A suicide pill (also known as the cyanide pill, kill-pill, lethal pill, death-pill, cyanide capsule, or L-pill) is a pill, capsule, ampoule, or tablet containing a fatally poisonous substance that a person ingests deliberately to achieve death quickly through suicide. Military and espionage organizations have provided their agents in danger of being captured by the enemy with suicide pills and devices which can be used to avoid an imminent and far more unpleasant death (such as through torture), or to ensure that they cannot be interrogated and forced to disclose secret information. As a result, lethal pills have important psychological value to persons carrying out missions with a high risk of capture and interrogation.

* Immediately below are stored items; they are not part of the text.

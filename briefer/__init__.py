"""briefer: computations and briefing aids for circling approaches.

Not for navigation. The published procedure, the aircraft flight manual, local rules and
licensed practice govern.
"""

__version__ = "0.1.0"
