"""Named unit conversion constants (plain Python: no numpy; degree trigonometry is in
`briefer.core.angles`).

Every conversion factor of the project lives here (a test checks that no bare conversion literal
appears elsewhere). The definitions are exact where the unit is defined exactly.

References
----------
.. [1] NIST Special Publication 811, "Guide for the Use of the International System of Units",
   2008, Appendix B (foot = 0.3048 m, nautical mile = 1852 m, statute mile = 1609.344 m,
   inch of mercury (conventional) = 3386.389 Pa, standard gravity 9.80665 m/s^2).
.. [2] ICAO Doc 7488/3, Manual of the ICAO Standard Atmosphere, 1993 (g0, sea-level values).
"""

from __future__ import annotations

import math
from typing import TYPE_CHECKING

if TYPE_CHECKING:   # plain Python at run time: the file formats and the help load without numpy
    from briefer.core._types import Numeric

# --- length ---------------------------------------------------------------------------
FT_TO_M = 0.3048                      # [1] exact
M_TO_FT = 1.0 / FT_TO_M
NM_TO_M = 1852.0                      # [1] exact (international nautical mile)
M_TO_NM = 1.0 / NM_TO_M
SM_TO_M = 1609.344                    # [1] exact (statute mile)
M_TO_SM = 1.0 / SM_TO_M
NM_TO_FT = NM_TO_M / FT_TO_M          # 6076.115... ft
SM_TO_NM = SM_TO_M / NM_TO_M
KM_TO_M = 1000.0

# --- mass -----------------------------------------------------------------------------
LB_TO_KG = 0.45359237                 # [1] exact (avoirdupois pound)
KG_TO_LB = 1.0 / LB_TO_KG

# --- speed ----------------------------------------------------------------------------
KT_TO_MPS = NM_TO_M / 3600.0          # [1] exact: 1 kt = 1852 m / 3600 s
MPS_TO_KT = 1.0 / KT_TO_MPS
KMH_TO_MPS = KM_TO_M / 3600.0
FPM_TO_MPS = FT_TO_M / 60.0
S_PER_MIN = 60.0
S_PER_H = 3600.0

# --- pressure -------------------------------------------------------------------------
HPA_TO_PA = 100.0
INHG_TO_PA = 3386.389                 # [1] conventional inch of mercury
INHG_TO_HPA = INHG_TO_PA / HPA_TO_PA
HPA_TO_INHG = 1.0 / INHG_TO_HPA

# --- temperature ----------------------------------------------------------------------
ZERO_C_IN_K = 273.15                  # [1] exact


def kelvin_from_celsius(temperature_c: Numeric) -> Numeric:
    """Kelvin from degrees Celsius."""
    return temperature_c + ZERO_C_IN_K


def celsius_from_kelvin(temperature_k: Numeric) -> Numeric:
    """Degrees Celsius from kelvin."""
    return temperature_k - ZERO_C_IN_K


# --- gravity --------------------------------------------------------------------------
G0_MPS2 = 9.80665                     # [2] standard acceleration of gravity


DEG_PER_RAD = 180.0 / math.pi
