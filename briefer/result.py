"""The immutable result of a briefing: `Brief` and its parts.

`briefer.brief.build_brief` is the only place that builds a `Brief`; every renderer (app, text
card, PDF card, JSON) only reads it. Positions are metres in the airfield's local frame
(x east, y north of the reference point) unless a name says otherwise; courses are true unless the
name ends in `_mag`.
"""

from __future__ import annotations

from briefer._dataclass import dataclass, field
from typing import Literal

import numpy as np

Severity = Literal["danger", "warning", "info"]
SEVERITY_ORDER = {"danger": 0, "warning": 1, "info": 2}


def frozen_array(values) -> np.ndarray:
    """A read-only float array (so a frozen Brief stays frozen)."""
    arr = np.array(values, dtype=float)
    arr.setflags(write=False)
    return arr


def frozen_own(arr: np.ndarray) -> np.ndarray:
    """`frozen_array` of a float array the caller just made and hands over (no copy: the same
    array, made read-only)."""
    if type(arr) is not np.ndarray or arr.dtype != np.float64:
        return frozen_array(arr)
    arr.setflags(write=False)
    return arr


@dataclass(frozen=True, slots=True, kw_only=True)
class VisibilityMention:
    """A visibility that a text of the brief names: the words written there (the tool's default
    units) and the value, so that a renderer says it in the crew's display units
    (`briefer.display_units.said_in`).

    Attributes:
        text: The words as they stand in the text ('3.0 SM', '2 1/2 SM', '2800 m').
        visibility_sm: The value. [SM]
        required: A charted requirement (said as charted, with the metres beside it), not a
            reported or planned visibility.
        metre_minimums: The minimums are charted in metres.
    """

    text: str
    visibility_sm: float
    required: bool = False
    metre_minimums: bool = False


@dataclass(frozen=True, slots=True, kw_only=True)
class Finding:
    """Something the crew must see: an impossible case, a limit, a hazard, or a note.

    Attributes:
        severity: "danger" (cannot be flown as briefed), "warning" (limit or hazard), "info".
        code: a stable identifier for tests and JSON (e.g. "ceiling-below-mda").
        text: one plain sentence for the screen and the card (in the default display units).
        visibilities: The visibilities the text names, in the order they stand there.
    """

    severity: Severity
    code: str
    text: str
    visibilities: tuple[VisibilityMention, ...] = ()


@dataclass(frozen=True, slots=True, kw_only=True)
class BriefHeader:
    airfield_ident: str
    airfield_name: str
    approach_name: str
    landing_runway: str
    profile_name: str
    configuration_name: str
    criteria: str
    airfield_elevation_ft: float
    magnetic_variation_deg: float
    weight_lb: float


@dataclass(frozen=True, slots=True, kw_only=True)
class CategoryInfo:
    """Approach category: certified from VREF, raised by the speed actually flown (14 CFR 97.3)."""

    category: str
    certified_category: str
    raised: bool
    reason: str
    vref_kt: float                    # VREF of the configuration at today's landing weight
    circling_speed_kt: float          # the IAS planned in the circle, wind additive included
    wind_additive_kt: float
    category_vref_kt: float = float("nan")   # VREF at the maximum landing weight: sets the certified category


@dataclass(frozen=True, slots=True, kw_only=True)
class CirclingOnly:
    code: str
    text: str
    value: float
    limit: float


@dataclass(frozen=True, slots=True, kw_only=True)
class ColdCorrection:
    method: str
    correction_ft: float
    corrected_mda_ft: float
    oat_c: float


@dataclass(frozen=True, slots=True, kw_only=True)
class MinimumsInfo:
    authorised: bool
    not_authorised_reason: str
    mda_ft: float | None
    height_above_airport_ft: float | None
    visibility_required_sm: float | None
    visibility_required_text: str | None   # as charted, with its unit ("1 1/4 SM" style or "3700 m")
    visibility_reported_sm: float | None
    ceiling_reported_ft: float | None
    visibility_ok: bool | None        # None: not reported
    ceiling_ok: bool | None           # ceiling (AGL) at or above the HAA; None: no ceiling reported
    lowest_height_ft: float           # criteria's lowest circling height for the category
    lowest_height_provenance: str
    obstacle_clearance_ft: float
    obstacle_clearance_provenance: str
    controlling_obstacle: str | None  # highest obstacle inside the area, if the airfield lists any
    obstacle_clearance_actual_ft: float | None
    circling_only_reasons: tuple[CirclingOnly, ...]
    straight_in_available: bool
    cold: ColdCorrection | None
    visibility_in_metres: bool = False   # the minimums give the visibility in metres


@dataclass(frozen=True, slots=True, kw_only=True)
class AreaInfo:
    criteria: str
    radius_nm: float
    basis: str
    provenance: str
    required_radius_nm: float         # 2r + S with this aircraft's TAS, today's wind, planned bank
    centres_xy_m: np.ndarray          # usable thresholds (N, 2)
    boundary_xy_m: np.ndarray         # closed polyline of the area boundary (M, 2)
    sectors_xy_m: tuple[np.ndarray, ...]   # polygons of not-authorised sectors (clipped)
    sector_texts: tuple[str, ...]


@dataclass(frozen=True, slots=True, kw_only=True)
class PerformanceInfo:
    mda_pressure_altitude_ft: float
    oat_at_mda_c: float
    isa_deviation_c: float
    density_altitude_ft: float
    ias_kt: float
    tas_kt: float
    bank_target_deg: float
    bank_limit_deg: float
    turn_radius_nm: float
    turn_rate_deg_per_s: float
    time_180_s: float
    load_factor: float
    stall_speed_kt: float             # in the turn at the bank target, at today's weight
    stall_margin_pct: float
    aoa_in_turn: float
    aoa_stall: float
    aoa_unit: str
    stall_bank_deg: float | None      # bank at which the wing stalls at the planned IAS


@dataclass(frozen=True, slots=True, kw_only=True)
class WindInfo:
    reported: bool
    from_deg_true: float | None
    speed_kt: float
    gust_kt: float | None
    headwind_kt: float                # on the landing runway; negative = tailwind
    crosswind_from_right_kt: float
    gust_headwind_kt: float | None
    gust_crosswind_from_right_kt: float | None
    variable_from_deg_true: float | None = None
    variable_to_deg_true: float | None = None
    crosswind_limit_kt: float | None = None   # the configuration's maximum demonstrated crosswind
    tailwind_limit_kt: float | None = None    # the configuration's tailwind limit for landing
    limits_source: str = "not given"          # "profile": both given; "part": one given; "not given"


@dataclass(frozen=True, slots=True, kw_only=True)
class Alternative:
    shape: str
    side: str
    feasible: bool
    bank_deg: float
    area_margin_nm: float | None
    why_not: str
    why_not_visibilities: tuple[VisibilityMention, ...] = ()   # the visibilities `why_not` names


@dataclass(frozen=True, slots=True, kw_only=True)
class PlanInfo:
    feasible: bool
    shape: str
    shape_text: str
    side: str                         # side of the landing runway the downwind is on
    bank_deg: float
    offset_nm: float
    abeam_to_roll_in_s: float
    roll_in_distance_nm: float        # along the downwind, past abeam the threshold (<0 before)
    break_off_s: float | None
    break_off_angle_deg: float | None
    roll_out_distance_nm: float       # before the threshold
    downwind_heading_deg_mag: float | None
    final_heading_deg_mag: float
    leave_mda_text: str
    leave_mda_in_turn: bool
    leave_mda_distance_nm: float      # track distance to the threshold where descent starts
    leave_mda_heading_deg_mag: float
    inside_area: bool
    area_margin_nm: float             # smallest margin, not-authorised sectors included
    area_edge_margin_nm: float        # to the radius boundary alone
    sector_clearance_nm: float | None  # to the nearest not-authorised sector (0 = on its edge)
    runway_within_visibility: bool | None
    max_distance_from_threshold_nm: float
    track_xy_m: np.ndarray            # (N, 2) local frame
    roll_in_xy_m: np.ndarray
    descent_xy_m: np.ndarray
    reasons: tuple[str, ...]
    alternatives: tuple[Alternative, ...]
    break_off_direction: str | None = None        # "left"/"right" off the inbound course
    break_off_heading_deg_mag: float | None = None   # heading to fly on the break-off (or offset) leg


@dataclass(frozen=True, slots=True, kw_only=True)
class SightPictureInfo:
    circling_height_ft: float
    planned_offset_nm: float
    planned_depression_deg: float
    familiar_height_ft: float
    familiar_offset_nm: float
    familiar_depression_deg: float
    familiar_offset_at_circling_nm: float
    familiar_possible: bool
    familiar_bank_required_deg: float | None
    familiar_load_factor: float | None
    familiar_stall_speed_kt: float | None
    familiar_stall_margin_pct: float | None
    familiar_aoa: float | None
    familiar_exceeds_bank_limit: bool
    overshoot_nm: float
    familiar_track_xy_m: np.ndarray   # (N, 2) local frame: the turn the familiar picture gives


@dataclass(frozen=True, slots=True, kw_only=True)
class MissedApproachInfo:
    turn_direction: str               # initial climbing turn toward the landing runway, on downwind
    by_leg: tuple[tuple[str, str], ...]   # (leg name, "left"/"right")
    instruction: str


@dataclass(frozen=True, slots=True, kw_only=True)
class RunwayDrawing:
    designator: str
    a_xy_m: np.ndarray                # threshold A (the landing threshold, displaced or not)
    b_xy_m: np.ndarray
    landing: bool
    a_end_xy_m: np.ndarray | None = None   # runway end behind a displaced threshold A; None if not displaced
    b_end_xy_m: np.ndarray | None = None


@dataclass(frozen=True, slots=True, kw_only=True)
class ObstacleDrawing:
    name: str
    xy_m: np.ndarray
    elevation_ft: float
    inside_area: bool


@dataclass(frozen=True, slots=True, kw_only=True)
class WeatherUsed:
    source: str                       # "manual", "report", "report+manual", "standard"
    report: str | None
    oat_c: float
    altimeter_hpa: float
    visibility_sm: float | None
    ceiling_ft: float | None


@dataclass(frozen=True, slots=True, kw_only=True)
class Brief:
    """Every number the crew needs for one circling approach. Built only by `build_brief`."""

    header: BriefHeader
    category: CategoryInfo
    minimums: MinimumsInfo
    area: AreaInfo
    performance: PerformanceInfo
    wind: WindInfo
    weather: WeatherUsed
    plan: PlanInfo
    sight_picture: SightPictureInfo
    missed_approach: MissedApproachInfo
    runways: tuple[RunwayDrawing, ...]
    obstacles: tuple[ObstacleDrawing, ...]
    findings: tuple[Finding, ...]
    cautions: tuple[str, ...]
    computed_utc: str = field(default="")

    @property
    def warnings(self) -> tuple[Finding, ...]:
        """Findings, most severe first."""
        return tuple(sorted(self.findings, key=lambda f: SEVERITY_ORDER[f.severity]))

The term "poison pill" is also used colloquially for a policy or legal action set up by an institution that has fatal or highly unpleasant consequences for that institution if a certain event occurs. Examples include the so-called "poison pill" clauses inserted in corporate charters as a takeover defence, and wrecking amendments added to legislative bills.

==History==

===Description===
During World War II, British and American secret services developed the "L-pill" (lethal pill), which was given to agents going behind enemy lines. It was an oval capsule, approximately the size of a pea, consisting of a thin-walled glass ampoule covered in brown rubber to protect against accidental breakage and filled with a concentrated solution of potassium cyanide. To use, the agent bites down on the pill, crushing the ampoule to release the fast-acting poison. The heartbeat quickly stops and brain death occurs within minutes.

After the war, the L-pill was offered to pilots of the U-2 reconnaissance plane, who were in danger of being shot down and captured flying over Eastern Europe, but most pilots declined to take it with them.

The Central Intelligence Agency began experimenting with saxitoxin, an extremely potent neurotoxin, during the 1950s as a replacement for the L-pill. According to CIA Director William Colby, a tiny saxitoxin-impregnated needle hidden inside a fake silver dollar was issued to Francis Gary Powers, an American U-2 pilot who was shot down while flying over the USSR in May 1960.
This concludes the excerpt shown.